Buffett believes that to be a successful investor, you have to buy great businesses, with great management, at the right price. Then, once you have bought them, leave them alone to do what they do best – make money. What constitutes a great business and the right price is another matter. However, Buffett has become the world’s wealthiest investor, averaging an incredible 23% a year return on his money over 40 years, through his hands off approach to the businesses he owns.
The Buffett approach to business ownership, as exercised through his listed holding company Berkshire Hathaway, makes an interesting contrast to the investment history of one of Australia’s largest and most privileged companies, Telstra. Based purely on its track record, Telstra differs from Buffett in two respects: it simply cannot keep its hands off the companies that it buys into and, as a result, its investments invariably turn sour.
The news today that Kaz founder, Peter Kazacos, is stepping aside from his role as joint managing director of the company he made great, to allow Telstra implant Mike Foster to flex his muscles in the top job, is a case in point. If Buffett were to pay $330 million for a company like Kaz, part of the deal would undoubtedly be that Kazacos, his management team and his best workers would have to stay on and keep the company running in the same way that made it a successful business in the first place. The idea of Berkshire Hathaway replacing a successful business founder with its own manager would be anathema to Buffett. For Telstra, however, as it has shown in the past with companies such as Advantra, a similar business to Kaz, trying to remake a business in its own image is standard practice.
As telecommunications industry analyst, Paul Budde, reminded us when we spoke in 2004, “Of all the buyouts Telstra has done since the 1980s, not one has been successful. They try to dominate their companies. Advantra was doing well under IBM. Then Telstra got involved and half the staff – the ones who made the company great – walked away. My fear is that in 12 to 18 months, all the good people from Kaz will be gone and what will be left is a few clerks.”
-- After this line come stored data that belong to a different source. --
import { describe, it, expect } from 'vitest';
import fc from 'fast-check';
import { histogramDelta, histogramIncrease } from '../../../shared/metrics/histogram-increase';
import { counterIncrease } from '../../../shared/metrics/counter-increase';
import type { HistogramPoint } from '../../../shared/metrics/histogram';

// Cumulative-histogram growth follows the counter rule per bucket (common practice, DESIGN.md §6);
// exact on synthetic data plus properties.

const B = [100, 250, 500];
const point = (seconds: number, counts: number[], bounds = B): HistogramPoint => ({ t: seconds * 1000, bounds, counts });

describe('histogramDelta', () => {
  it('subtracts bucket by bucket when nothing went down', () => {
    expect(histogramDelta(point(0, [10, 5, 2, 1]), point(15, [14, 5, 3, 1]))).toEqual({ bounds: B, counts: [4, 0, 1, 0] });
  });

  it('treats a drop in any bucket as a reset of the whole histogram', () => {
    // Bucket 0 rose but bucket 1 fell: a restart, so the new counts are the growth.
    expect(histogramDelta(point(0, [10, 5, 2, 1]), point(15, [12, 1, 0, 0]))).toEqual({ bounds: B, counts: [12, 1, 0, 0] });
  });

  it('treats a change of bucket layout as a reset', () => {
    expect(histogramDelta(point(0, [10, 5, 2, 1]), point(15, [3, 3, 3], [100, 1000]))).toEqual({
      bounds: [100, 1000],
      counts: [3, 3, 3],
    });
  });
});

describe('histogramIncrease', () => {
  it('sums consecutive deltas inside the window, across a reset', () => {
    const points = [
      point(0, [10, 5, 2, 1]),
      point(15, [14, 5, 3, 1]), // +4 0 +1 0
      point(30, [2, 1, 0, 0]), // reset: +2 +1 0 0
      point(45, [5, 2, 0, 1]), // +3 +1 0 +1
      point(60, [9, 9, 9, 9]), // outside the window
    ];
    expect(histogramIncrease(points, 0, 45_000)).toEqual({ bounds: B, counts: [9, 2, 1, 1] });
  });

  it('restarts the total when the layout changes inside the window', () => {
    const points = [point(0, [1, 1, 1, 1]), point(15, [2, 2, 2, 2]), point(30, [4, 4, 4], [50, 500]), point(45, [5, 6, 7], [50, 500])];
    expect(histogramIncrease(points, 0, 45_000)).toEqual({ bounds: [50, 500], counts: [5, 6, 7] });
  });

  it('is null with fewer than two points', () => {
    expect(histogramIncrease([point(0, [1, 1, 1, 1])], 0, 60_000)).toBeNull();
  });

  it('matches counter growth of the total count and never goes negative (property)', () => {
    // Each point adds non-negative counts per bucket, with an occasional restart from zero.
    const steps = fc.array(
      fc.record({ add: fc.array(fc.nat({ max: 50 }), { minLength: 4, maxLength: 4 }), restart: fc.boolean() }),
      { minLength: 2, maxLength: 20 },
    );
    fc.assert(
      fc.property(steps, (spec) => {
        let counts = [0, 0, 0, 0];
        const points = spec.map((s, i) => {
          counts = (s.restart ? [0, 0, 0, 0] : counts).map((c, j) => c + s.add[j]);
          return point(i * 15, counts);
        });
        const to = (spec.length - 1) * 15_000;
        const inc = histogramIncrease(points, 0, to);
        expect(inc).not.toBeNull();
        for (const c of inc?.counts ?? []) expect(c).toBeGreaterThanOrEqual(0);
        if (!spec.slice(1).some((s) => s.restart)) {
          // Without restarts every bucket grows by exactly last − first.
          expect(inc?.counts).toEqual(points[points.length - 1].counts.map((c, j) => c - points[0].counts[j]));
          const totals = points.map((p) => ({ t: p.t, v: p.counts.reduce((a, b) => a + b, 0) }));
          expect(inc?.counts.reduce((a, b) => a + b, 0)).toBe(counterIncrease(totals, 0, to));
        }
      }),
    );
  });
});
Well it appears that the chickens have come home to roost and we have now reached a turning point in the history of Kaz. The original driving force and namesake of the company has stepped down to take on the role of executive director, a title without a job description. One can imagine that the time will come in the not too distant future when Kazacos will pocket his share of the spoils from the Kaz sale and ride off into the sunset. No doubt many of the company’s best people from senior management down will eventually follow suit. What will be left is essentially just another Telstra services division.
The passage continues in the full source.